The article in the New York Times last week about Oglala Lakota chef Sean Sherman was so good, so inspiring, that I just have to pass it on: http://www.nytimes.com/2016/08/17/dining/new-native-american-cuisine.html?emc=edit_th_20160817&nl=todaysheadlines&nlid=66175474
I was born and lived my first ten years in Minnesota, so the talk of walleye, deer, and game birds, chokecherries and wild rice is all familiar. Not so the other wild greens and spices that Sherman has traced back to tribal usage and brings now to sophisticated tables.
What I know about American Indian cuisine is small—because the subject is so big. But the article reminded me that the role of Indian agriculture and the adoption of Indian foods worldwide are constantly overlooked. I know I have said this in other posts, but it is always worth repeating: over half of today’s world food crops started in the Americas! Where would Russia, Norway, and Ireland be without potatoes, Italy without tomatoes, Africa without cassava (manioc)? The Americas are huge, and the food gifts to the rest of the world are immense—think beans, squash, maize, sweet potato and more, which, in the decades after Columbus, changed the faces (and tastes) of Europe, Africa, and Asia. American Indians before the Europeans were not all hunter-gatherers, and most who hunted and gathered also farmed.
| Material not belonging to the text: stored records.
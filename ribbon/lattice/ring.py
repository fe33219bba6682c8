"""Closing a strip into a ring: bonds found in the endless strip and folded back.

Neighbours are searched for the sites of one period only and replicated along the ring; every
image within the cutoff is kept, so that rings of half, one or two periods, where a site meets
itself or the same partner more than once, are multigraphs and come out right.
"""

from __future__ import annotations

from dataclasses import dataclass, replace
from typing import Any, TypeVar

import numpy as np
from numpy.typing import ArrayLike
from scipy.spatial import cKDTree

from ribbon.errors import BadInput
from ribbon.lattice.definition import TOLERANCE
from ribbon.lattice.network import Bonds, BoolArray, Network
from ribbon.lattice.seam import Orbital, Seam, fold, make_seam
from ribbon.lattice.strip import FloatArray, IntArray, Strip, TextArray, frozen, lay_strip

__all__ = [
    "CellBonds",
    "Ring",
    "cell_bonds",
    "close_strip",
    "double_cover",
    "open_strip",
    "remove_sites",
    "reseam",
]


AnyNetwork = TypeVar("AnyNetwork", bound=Network)


@dataclass(frozen=True, kw_only=True, eq=False)
class CellBonds:
    """Bonds of one period of the endless strip, each once, with the head to the right or above.

    ``head`` counts sites of the endless strip: ``head // n`` periods on, place ``head % n``.
    ``displacement`` is in units of the spacing.
    """

    tail: IntArray
    head: IntArray
    displacement: FloatArray
    shell: IntArray


@dataclass(frozen=True, kw_only=True, eq=False)
class Ring(Network):
    """A strip closed into a ring; it remembers its strip, half twists, orbital and seam.

    Sites keep the order of the strip whatever the place of the ``seam``: a seam moved on by s
    slices represents the sites of those slices by their images beyond the far end.
    ``kept`` gives each site's number in the complete ring where sites were removed.

    A ring made by `close_strip` computes its positions and bonds when they are first asked for:
    a matrix of 10 million sites is assembled from one period, without either.
    """

    strip: Strip
    shells: int
    closure: Seam
    seam: int = 0
    kept: IntArray | None = None

    def __getattr__(self, name: str) -> Any:
        """Positions and bonds of a laid ring, when they are first asked for."""
        if name not in {"positions", "bonds"} or "strip" not in self.__dict__:
            raise AttributeError(f"{type(self).__name__!r} object has no attribute {name!r}")
        moved = _moved(self.strip, self.seam)
        late = _positions if name == "positions" else _bonds
        value = late(self, moved)
        object.__setattr__(self, name, value)
        return value

    @property
    def n(self) -> int:
        """Number of sites."""
        return self.strip.n if self.kept is None else self.kept.size

    @property
    def is_laid(self) -> bool:
        """True where every bond is the one that the strip and its seam give, none edited."""
        return "_laid" in self.__dict__

    @property
    def half_twists(self) -> int:
        """Number of half twists, 0 for the plain ring."""
        return self.closure.half_twists

    @property
    def orbital(self) -> Orbital:
        """Behaviour of the orbital under the flip: "s" (even) or "pz" (odd)."""
        return self.closure.orbital

    @property
    def flips(self) -> bool:
        """True where the seam exchanges the two edges (an odd number of half twists)."""
        return self.closure.flips

    @property
    def circumference(self) -> float:
        """Length of the midline once round, nm."""
        return self.strip.circumference

    @property
    def sublattice(self) -> TextArray:
        """Sublattice label of every site as the strip has it (before any image is taken)."""
        labels = self.strip.sublattice
        return labels if self.kept is None else labels[self.kept]


def close_strip(
    strip: Strip,
    *,
    half_twists: int,
    orbital: Orbital | None = None,
    shells: int = 1,
    seam: int = 0,
) -> Ring:
    """Close a strip with ``half_twists`` and bonds to ``shells`` shells of neighbours.

    ``orbital`` has no default for an odd number of half twists. ``seam`` moves the seam on by
    so many slices (sites of one x). Raises `BadInput` when the strip does not close; the
    sentence names the nearest sizes that do.

    >>> ring = close_strip(lay_strip("square", rows=2, length=5), half_twists=1, orbital="s")
    >>> ring.n, ring.bonds.m
    (10, 15)
    """
    closure = make_seam(strip, half_twists, orbital)
    if seam:
        _moved(strip, seam)
    cell_bonds(strip, shells)  # refuses shells that the lattice does not name
    ring = object.__new__(Ring)
    for name, value in {
        **{"strip": strip, "shells": shells, "closure": closure, "seam": seam},
        **{"kept": None, "_laid": True},
    }.items():
        object.__setattr__(ring, name, value)
    return ring


def _bonds(ring: Ring, moved: BoolArray) -> Bonds:
    """Every bond of a laid ring."""
    strip, closure = ring.strip, ring.closure
    cell = cell_bonds(strip, ring.shells)
    tail, head_number, kind = _replicate(strip, cell)
    head, winding = fold(strip, closure, head_number)
    displacement = cell.displacement[kind] * strip.spacing
    if moved.any():
        # a site of a moved slice is represented by its image beyond the far end: one crossing
        # more on the way from it, one less on the way to it, and its own frame is flipped
        winding = winding + moved[tail].astype(np.int64) - moved[head]
        if closure.flips:
            displacement[moved[tail], 1] *= -1
    return Bonds(
        tail=tail,
        head=head,
        displacement=displacement,
        winding=winding,
        shell=cell.shell[kind],
        mirrored=(winding % 2 == 1) if closure.flips else np.zeros(tail.size, dtype=bool),
    )


def open_strip(strip: Strip, *, shells: int = 1) -> Network:
    """The strip before closing: the same sites, and only bonds that need no seam."""
    cell = cell_bonds(strip, shells)
    tail, head, kind = _replicate(strip, cell)
    inside = head < strip.n
    kind = kind[inside]
    count = kind.size
    return Network(
        positions=strip.positions,
        bonds=Bonds(
            tail=tail[inside],
            head=head[inside],
            displacement=cell.displacement[kind] * strip.spacing,
            winding=np.zeros(count, dtype=np.int64),
            shell=cell.shell[kind],
            mirrored=np.zeros(count, dtype=bool),
        ),
    )


def double_cover(ring: Ring) -> tuple[Ring, IntArray]:
    """The untwisted ring of twice the length that covers ``ring``, and the lift.

    ``lift[i]`` is the site of ``ring`` under site i of the cover, so that ``values[lift]``
    carries site energies up: V(n, m) first, then V(n, flipped m). Removed sites are removed
    from the cover too.
    """
    strip = ring.strip
    long = lay_strip(strip.lattice, rows=strip.rows, length=2 * strip.length, spacing=strip.spacing)
    cover = close_strip(long, half_twists=0, shells=ring.shells)
    lift, _ = fold(strip, ring.closure, np.arange(long.n))
    if ring.kept is None:
        return cover, frozen(lift)
    place = np.full(strip.n, -1)
    place[ring.kept] = np.arange(ring.n)
    below = place[lift]
    return remove_sites(cover, np.flatnonzero(below < 0)), frozen(below[below >= 0])


def remove_sites(network: AnyNetwork, sites: ArrayLike) -> AnyNetwork:
    """The network without some of its sites (vacancies), numbered anew in the same order.

    Raises `BadInput` for a site that does not exist or when none would be left.
    """
    gone = np.unique(np.asarray(sites, dtype=np.int64))
    if gone.size and (gone[0] < 0 or gone[-1] >= network.n):
        raise BadInput(f"cannot remove site {gone[-1]}: sites are numbered 0 to {network.n - 1}")
    if gone.size == network.n:
        raise BadInput("removing every site leaves nothing to compute")
    stays = np.ones(network.n, dtype=bool)
    stays[gone] = False
    number = np.cumsum(stays) - 1
    bonds = network.bonds.select(stays[network.bonds.tail] & stays[network.bonds.head])
    smaller = replace(
        network,
        positions=network.positions[stays],
        bonds=replace(bonds, tail=number[bonds.tail], head=number[bonds.head]),
    )
    if isinstance(smaller, Ring):
        kept = np.flatnonzero(stays) if smaller.kept is None else smaller.kept[stays]
        return replace(smaller, kept=frozen(kept))
    return smaller


def reseam(
    ring: Ring,
    *,
    seam: int | None = None,
    half_twists: int | None = None,
    orbital: Orbital | None = None,
    complete: bool = False,
) -> Ring:
    """The same sites closed anew, with another seam position, orbital or number of twists.

    ``complete`` puts removed sites back.
    """
    again = close_strip(
        ring.strip,
        half_twists=ring.half_twists if half_twists is None else half_twists,
        orbital=orbital or ring.orbital,
        shells=ring.shells,
        seam=ring.seam if seam is None else seam,
    )
    if ring.kept is None or complete:
        return again
    return remove_sites(again, np.setdiff1d(np.arange(ring.strip.n), ring.kept))


def cell_bonds(strip: Strip, shells: int) -> CellBonds:
    """Bonds from the sites of one period to neighbours in the endless strip, each once.

    Raises `BadInput` when more shells are asked for than the lattice names.
    """
    known = strip.lattice.shells
    if not 1 <= shells <= len(known):
        raise BadInput(
            f"{shells} shells of neighbours are asked for, but lattice {strip.lattice.name} "
            f"names {len(known)}"
        )
    cell = strip.cell
    reach = known[shells - 1] + 2e3 * TOLERANCE
    ahead = int(np.ceil(reach / cell.period)) + 1
    home = np.column_stack([cell.x, cell.y])
    along = np.arange(-1, ahead + 1)
    images = np.column_stack(
        [(cell.x + along[:, None] * cell.period).ravel(), np.tile(cell.y, along.size)]
    )
    pairs = cKDTree(home).sparse_distance_matrix(cKDTree(images), reach, output_type="coo_matrix")
    tail, image = pairs.row.astype(np.int64), pairs.col.astype(np.int64)
    step = images[image] - home[tail]
    right = step[:, 0] > TOLERANCE
    above = (np.abs(step[:, 0]) <= TOLERANCE) & (step[:, 1] > TOLERANCE)
    off = np.abs(pairs.data[:, None] - np.array(known[:shells])[None, :])
    nearest = np.argmin(off, axis=1)
    chosen = (right | above) & (off[np.arange(off.shape[0]), nearest] < 2e3 * TOLERANCE)
    head = image - cell.n  # the images start one period back
    order = np.lexsort((head[chosen], tail[chosen]))
    return CellBonds(
        tail=tail[chosen][order],
        head=head[chosen][order],
        displacement=step[chosen][order],
        shell=nearest[chosen][order].astype(np.int64) + 1,
    )


def _replicate(strip: Strip, cell: CellBonds) -> tuple[IntArray, IntArray, IntArray]:
    """Tails, heads (numbered along the endless strip) and kinds of all bonds of the strip."""
    size = strip.cell.n
    periods = np.arange(-(-strip.n // size))[:, None]
    tail = (cell.tail + size * periods).ravel()
    head = (cell.head + size * periods).ravel()
    kind = np.tile(np.arange(cell.tail.size), periods.size)
    inside = tail < strip.n
    if inside.all():
        return tail, head, kind
    return tail[inside], head[inside], kind[inside]


def _moved(strip: Strip, seam: int) -> BoolArray:
    """Mask of the sites that lie in the first ``seam`` slices."""
    if seam == 0:
        return np.zeros(strip.n, dtype=bool)
    starts = np.concatenate([[True], np.diff(strip.positions[:, 0]) > TOLERANCE * strip.spacing])
    slices = np.cumsum(starts) - 1
    if not 0 <= seam <= slices[-1] + 1:
        raise BadInput(f"seam = {seam} must be from 0 to {slices[-1] + 1}, the number of slices")
    return slices < seam


def _positions(ring: Ring, moved: BoolArray) -> FloatArray:
    """Places of the sites of a laid ring; those of moved slices by their images."""
    strip, closure = ring.strip, ring.closure
    if not moved.any():
        return strip.positions
    positions = strip.positions.copy()
    positions[moved, 0] += strip.circumference
    if closure.flips:
        positions[moved, 1] *= -1
    return frozen(positions)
This piece on Indian cooking got me thinking in another direction too, the milpa. In 1491: New Revelations of the Americas Before Columbus, Charles Mann describes “maize milpas” in Central America in which a dozen plants are grouped in a small field. A dozen plants that feed each others’ needs as they provide a balanced diet to their farmers. Some milpas have been productively “farmed” for 4,000 years!
|Milpa four months after planting the maiz canopy shades
beans, squash, macal, amaranths and quiniopods and
much more. Credit: MacduffEverton.com
One of the earliest images of Indian North America which many of us learned as third or fourth graders mimicking the first Thanksgiving is of an Indian named Squanto hunched over a hole in the ground in which he is placing a fish in preparation for planting corn, beans, and squash. The fish will succor the plants, the corn will provide stalk for the beans to climb, and the squash will cover the ground and keep down weeds and enhance moisture for it all. Squanto was really Tisquantum, and the scene which we all saw was about indigenous American agriculture. There is no doubt in my mind that there were other useful plants in Tisquantum’s milpa—herbs and medicinals, plants the English probably saw as weeds.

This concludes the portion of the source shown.